### Task
How many lines in the records below contain "twoDescents"? Reply with the number alone.

Collected data:
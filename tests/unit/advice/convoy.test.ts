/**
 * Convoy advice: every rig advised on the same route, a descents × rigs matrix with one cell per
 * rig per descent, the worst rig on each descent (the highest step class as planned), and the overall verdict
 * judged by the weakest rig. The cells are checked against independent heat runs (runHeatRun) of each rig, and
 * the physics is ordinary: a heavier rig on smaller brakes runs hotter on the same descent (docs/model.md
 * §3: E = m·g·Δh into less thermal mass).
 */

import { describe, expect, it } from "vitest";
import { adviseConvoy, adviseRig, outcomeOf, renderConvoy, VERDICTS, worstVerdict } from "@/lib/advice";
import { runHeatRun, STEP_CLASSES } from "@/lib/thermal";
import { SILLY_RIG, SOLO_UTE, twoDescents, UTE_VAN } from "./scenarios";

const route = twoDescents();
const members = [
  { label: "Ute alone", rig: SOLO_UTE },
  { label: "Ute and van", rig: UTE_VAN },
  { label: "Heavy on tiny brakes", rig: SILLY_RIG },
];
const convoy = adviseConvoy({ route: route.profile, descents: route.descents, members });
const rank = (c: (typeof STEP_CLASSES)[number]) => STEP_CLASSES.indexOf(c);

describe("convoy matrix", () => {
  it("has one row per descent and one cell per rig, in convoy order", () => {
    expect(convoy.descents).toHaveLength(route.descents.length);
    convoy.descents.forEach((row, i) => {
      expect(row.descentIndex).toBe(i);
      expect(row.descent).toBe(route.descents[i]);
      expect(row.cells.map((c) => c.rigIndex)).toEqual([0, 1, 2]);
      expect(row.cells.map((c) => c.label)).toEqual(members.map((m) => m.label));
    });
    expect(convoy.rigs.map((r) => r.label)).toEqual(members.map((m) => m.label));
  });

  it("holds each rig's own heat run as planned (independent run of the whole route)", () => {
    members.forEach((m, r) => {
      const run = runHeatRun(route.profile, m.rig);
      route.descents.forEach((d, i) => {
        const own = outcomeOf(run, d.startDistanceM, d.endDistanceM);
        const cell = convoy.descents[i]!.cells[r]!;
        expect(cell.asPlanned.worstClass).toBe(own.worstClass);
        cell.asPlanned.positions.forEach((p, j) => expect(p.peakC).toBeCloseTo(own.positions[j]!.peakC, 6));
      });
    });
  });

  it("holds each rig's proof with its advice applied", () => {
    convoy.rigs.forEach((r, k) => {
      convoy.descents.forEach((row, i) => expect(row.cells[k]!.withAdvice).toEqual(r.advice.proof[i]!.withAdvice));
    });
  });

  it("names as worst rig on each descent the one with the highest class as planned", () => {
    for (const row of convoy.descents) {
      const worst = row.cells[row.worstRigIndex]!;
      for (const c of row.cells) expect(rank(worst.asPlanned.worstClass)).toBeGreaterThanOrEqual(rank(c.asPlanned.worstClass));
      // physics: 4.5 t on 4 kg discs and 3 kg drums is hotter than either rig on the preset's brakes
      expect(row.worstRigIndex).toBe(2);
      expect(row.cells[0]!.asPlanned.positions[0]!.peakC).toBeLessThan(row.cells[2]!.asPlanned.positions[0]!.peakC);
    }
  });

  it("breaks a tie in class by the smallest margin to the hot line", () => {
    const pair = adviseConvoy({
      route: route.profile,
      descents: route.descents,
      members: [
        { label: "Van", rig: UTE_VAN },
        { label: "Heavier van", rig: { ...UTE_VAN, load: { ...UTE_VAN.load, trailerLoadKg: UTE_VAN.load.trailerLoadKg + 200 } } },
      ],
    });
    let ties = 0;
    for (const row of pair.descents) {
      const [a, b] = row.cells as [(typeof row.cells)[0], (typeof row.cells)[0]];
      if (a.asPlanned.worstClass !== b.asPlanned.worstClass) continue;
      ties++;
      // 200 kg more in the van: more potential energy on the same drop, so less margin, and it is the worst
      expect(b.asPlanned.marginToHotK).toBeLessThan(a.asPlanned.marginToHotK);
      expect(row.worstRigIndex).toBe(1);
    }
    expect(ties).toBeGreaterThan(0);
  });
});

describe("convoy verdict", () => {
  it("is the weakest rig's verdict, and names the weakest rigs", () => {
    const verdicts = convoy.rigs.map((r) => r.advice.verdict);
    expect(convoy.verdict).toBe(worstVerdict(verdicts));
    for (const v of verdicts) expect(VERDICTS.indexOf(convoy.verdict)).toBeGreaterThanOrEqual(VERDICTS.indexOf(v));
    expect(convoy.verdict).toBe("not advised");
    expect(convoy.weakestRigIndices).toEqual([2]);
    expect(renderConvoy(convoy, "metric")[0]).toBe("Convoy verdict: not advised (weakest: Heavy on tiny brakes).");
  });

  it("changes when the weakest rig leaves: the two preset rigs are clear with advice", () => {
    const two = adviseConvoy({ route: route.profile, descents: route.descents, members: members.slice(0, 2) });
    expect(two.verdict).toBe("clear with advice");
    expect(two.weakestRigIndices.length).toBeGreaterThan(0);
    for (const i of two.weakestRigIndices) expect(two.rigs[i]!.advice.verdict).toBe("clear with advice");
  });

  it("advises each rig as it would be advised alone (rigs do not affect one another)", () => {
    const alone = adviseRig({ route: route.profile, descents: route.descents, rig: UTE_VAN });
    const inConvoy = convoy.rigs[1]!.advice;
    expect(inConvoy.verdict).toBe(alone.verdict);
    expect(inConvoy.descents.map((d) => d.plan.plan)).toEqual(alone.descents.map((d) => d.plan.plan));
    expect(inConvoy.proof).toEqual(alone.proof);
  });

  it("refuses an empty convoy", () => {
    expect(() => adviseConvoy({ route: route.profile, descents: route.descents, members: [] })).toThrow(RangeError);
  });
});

==

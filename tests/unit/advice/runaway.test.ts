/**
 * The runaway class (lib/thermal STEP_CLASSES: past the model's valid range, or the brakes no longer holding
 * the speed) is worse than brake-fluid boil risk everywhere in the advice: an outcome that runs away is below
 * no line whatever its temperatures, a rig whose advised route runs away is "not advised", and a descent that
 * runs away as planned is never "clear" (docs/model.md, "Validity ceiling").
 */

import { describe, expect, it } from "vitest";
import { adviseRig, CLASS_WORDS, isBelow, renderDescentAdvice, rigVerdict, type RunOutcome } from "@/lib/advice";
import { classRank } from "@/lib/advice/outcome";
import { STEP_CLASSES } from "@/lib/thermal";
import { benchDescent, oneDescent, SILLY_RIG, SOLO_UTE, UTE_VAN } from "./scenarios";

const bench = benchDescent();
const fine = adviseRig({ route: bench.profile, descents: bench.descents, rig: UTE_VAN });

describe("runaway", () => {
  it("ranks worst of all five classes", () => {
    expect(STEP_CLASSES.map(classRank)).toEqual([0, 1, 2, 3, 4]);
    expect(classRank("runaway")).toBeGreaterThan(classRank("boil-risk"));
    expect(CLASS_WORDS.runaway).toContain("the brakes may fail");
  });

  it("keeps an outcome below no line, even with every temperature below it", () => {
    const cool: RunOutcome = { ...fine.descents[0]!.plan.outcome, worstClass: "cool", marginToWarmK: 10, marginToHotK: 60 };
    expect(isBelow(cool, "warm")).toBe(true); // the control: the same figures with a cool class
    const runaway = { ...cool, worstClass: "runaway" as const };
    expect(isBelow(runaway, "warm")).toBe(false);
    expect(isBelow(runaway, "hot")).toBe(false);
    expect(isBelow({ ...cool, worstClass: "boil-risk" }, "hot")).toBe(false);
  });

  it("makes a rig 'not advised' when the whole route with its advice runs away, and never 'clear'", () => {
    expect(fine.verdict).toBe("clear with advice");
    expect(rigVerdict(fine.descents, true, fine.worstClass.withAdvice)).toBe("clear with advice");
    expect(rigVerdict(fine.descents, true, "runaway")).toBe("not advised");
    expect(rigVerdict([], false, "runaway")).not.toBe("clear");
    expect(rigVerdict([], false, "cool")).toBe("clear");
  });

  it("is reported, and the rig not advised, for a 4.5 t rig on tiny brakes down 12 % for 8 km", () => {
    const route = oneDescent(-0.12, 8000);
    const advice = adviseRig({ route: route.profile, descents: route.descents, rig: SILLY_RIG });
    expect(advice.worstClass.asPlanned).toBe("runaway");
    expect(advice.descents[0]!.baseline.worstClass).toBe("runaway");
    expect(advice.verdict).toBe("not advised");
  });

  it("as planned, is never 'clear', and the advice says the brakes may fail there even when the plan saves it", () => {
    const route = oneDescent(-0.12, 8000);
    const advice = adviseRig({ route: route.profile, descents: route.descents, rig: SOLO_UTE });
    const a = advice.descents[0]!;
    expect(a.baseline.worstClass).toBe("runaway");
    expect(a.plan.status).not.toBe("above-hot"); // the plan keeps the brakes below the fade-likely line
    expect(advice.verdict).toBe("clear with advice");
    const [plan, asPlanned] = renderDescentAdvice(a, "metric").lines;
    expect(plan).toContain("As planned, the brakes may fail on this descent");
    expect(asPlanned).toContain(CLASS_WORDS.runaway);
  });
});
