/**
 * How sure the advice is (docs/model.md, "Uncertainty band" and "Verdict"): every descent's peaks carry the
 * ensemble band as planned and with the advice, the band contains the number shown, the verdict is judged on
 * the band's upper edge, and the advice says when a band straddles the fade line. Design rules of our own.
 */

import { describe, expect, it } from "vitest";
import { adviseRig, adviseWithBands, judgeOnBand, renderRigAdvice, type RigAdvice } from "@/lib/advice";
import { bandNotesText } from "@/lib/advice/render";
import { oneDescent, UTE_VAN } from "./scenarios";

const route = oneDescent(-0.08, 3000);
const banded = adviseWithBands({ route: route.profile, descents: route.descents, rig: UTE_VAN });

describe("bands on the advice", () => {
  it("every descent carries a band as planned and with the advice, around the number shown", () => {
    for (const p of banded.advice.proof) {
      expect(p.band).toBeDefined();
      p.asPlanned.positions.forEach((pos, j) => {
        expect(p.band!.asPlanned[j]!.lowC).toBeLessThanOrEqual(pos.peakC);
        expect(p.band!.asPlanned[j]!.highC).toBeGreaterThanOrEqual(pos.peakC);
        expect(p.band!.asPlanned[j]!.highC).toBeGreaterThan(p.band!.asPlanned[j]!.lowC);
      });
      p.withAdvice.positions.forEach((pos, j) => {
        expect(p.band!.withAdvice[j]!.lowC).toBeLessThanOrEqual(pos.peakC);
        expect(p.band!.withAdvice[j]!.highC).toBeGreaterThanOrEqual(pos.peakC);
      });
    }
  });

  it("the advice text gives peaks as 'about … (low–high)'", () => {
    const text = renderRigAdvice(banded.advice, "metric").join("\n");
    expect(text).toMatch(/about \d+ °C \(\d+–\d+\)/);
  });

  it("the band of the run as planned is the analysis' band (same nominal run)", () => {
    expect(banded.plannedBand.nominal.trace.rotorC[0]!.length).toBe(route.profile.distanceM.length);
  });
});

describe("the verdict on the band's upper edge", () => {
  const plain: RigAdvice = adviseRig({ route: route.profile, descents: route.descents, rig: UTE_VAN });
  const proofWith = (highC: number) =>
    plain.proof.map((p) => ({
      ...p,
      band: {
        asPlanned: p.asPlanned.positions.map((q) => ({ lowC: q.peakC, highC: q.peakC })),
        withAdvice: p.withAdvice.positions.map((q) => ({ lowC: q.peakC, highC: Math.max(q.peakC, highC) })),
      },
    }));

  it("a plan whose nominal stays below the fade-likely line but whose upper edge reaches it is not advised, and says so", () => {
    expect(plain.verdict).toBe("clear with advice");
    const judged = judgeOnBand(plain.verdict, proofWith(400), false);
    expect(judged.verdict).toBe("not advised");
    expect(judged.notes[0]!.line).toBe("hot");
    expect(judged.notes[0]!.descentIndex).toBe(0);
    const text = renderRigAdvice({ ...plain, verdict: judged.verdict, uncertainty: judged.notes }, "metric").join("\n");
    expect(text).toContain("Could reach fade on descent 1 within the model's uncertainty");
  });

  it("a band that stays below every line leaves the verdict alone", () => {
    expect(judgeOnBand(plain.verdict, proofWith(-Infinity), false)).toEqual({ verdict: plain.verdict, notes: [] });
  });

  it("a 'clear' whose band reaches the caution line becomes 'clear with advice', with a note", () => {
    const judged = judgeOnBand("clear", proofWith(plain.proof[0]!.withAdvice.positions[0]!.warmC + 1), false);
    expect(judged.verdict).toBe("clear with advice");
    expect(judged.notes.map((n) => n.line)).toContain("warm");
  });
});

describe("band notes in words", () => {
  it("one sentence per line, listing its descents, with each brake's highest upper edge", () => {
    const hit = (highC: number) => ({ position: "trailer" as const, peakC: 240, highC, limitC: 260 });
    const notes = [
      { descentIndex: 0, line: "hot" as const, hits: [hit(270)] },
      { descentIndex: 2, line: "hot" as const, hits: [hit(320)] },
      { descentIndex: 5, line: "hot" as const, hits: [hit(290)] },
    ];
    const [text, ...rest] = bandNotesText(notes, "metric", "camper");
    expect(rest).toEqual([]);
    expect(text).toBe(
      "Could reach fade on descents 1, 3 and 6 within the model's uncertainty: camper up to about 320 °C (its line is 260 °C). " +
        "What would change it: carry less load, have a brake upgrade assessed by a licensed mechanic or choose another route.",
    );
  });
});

### Response
2